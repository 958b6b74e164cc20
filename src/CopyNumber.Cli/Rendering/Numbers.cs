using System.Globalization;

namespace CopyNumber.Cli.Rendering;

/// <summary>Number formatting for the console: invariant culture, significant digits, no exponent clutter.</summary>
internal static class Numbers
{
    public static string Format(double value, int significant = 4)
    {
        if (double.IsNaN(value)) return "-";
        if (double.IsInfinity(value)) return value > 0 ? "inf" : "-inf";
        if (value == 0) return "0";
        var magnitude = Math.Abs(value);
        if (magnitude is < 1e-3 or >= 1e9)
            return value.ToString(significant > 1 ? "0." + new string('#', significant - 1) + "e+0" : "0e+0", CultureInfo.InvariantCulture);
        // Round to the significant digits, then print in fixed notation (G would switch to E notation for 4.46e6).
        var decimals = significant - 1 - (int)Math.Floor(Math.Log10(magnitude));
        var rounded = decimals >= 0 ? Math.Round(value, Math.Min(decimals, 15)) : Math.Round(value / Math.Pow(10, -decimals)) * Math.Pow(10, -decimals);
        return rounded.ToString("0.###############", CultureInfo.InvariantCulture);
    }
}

· · · · ·

Every record must appear in the answer exactly as it appears above.

repository 958b6b74e164cc20
filename src/CopyNumber.Cli/Rendering/Numbers.cs
using System.Globalization;

namespace CopyNumber.Cli.Rendering;

/// <summary>Number formatting for the console: invariant culture, significant digits, no exponent clutter.</summary>
internal static class Numbers
{
    public static string Format(double value, int significant = 4)
    {
        if (double.IsNaN(value)) return "-";
        if (double.IsInfinity(value)) return value > 0 ? "inf" : "-inf";
        if (value == 0) return "0";
        var magnitude = Math.Abs(value);
        if (magnitude is < 1e-3 or >= 1e9)
            return value.ToString(significant > 1 ? "0." + new string('#', significant - 1) + "e+0" : "0e+0", CultureInfo.InvariantCulture);
        // Round to the significant digits, then print in fixed notation (G would switch to E notation for 4.46e6).
        var decimals = significant - 1 - (int)Math.Floor(Math.Log10(magnitude));
        var rounded = decimals >= 0 ? Math.Round(value, Math.Min(decimals, 15)) : Math.Round(value / Math.Pow(10, -decimals)) * Math.Pow(10, -decimals);
        return rounded.ToString("0.###############", CultureInfo.InvariantCulture);
    }
}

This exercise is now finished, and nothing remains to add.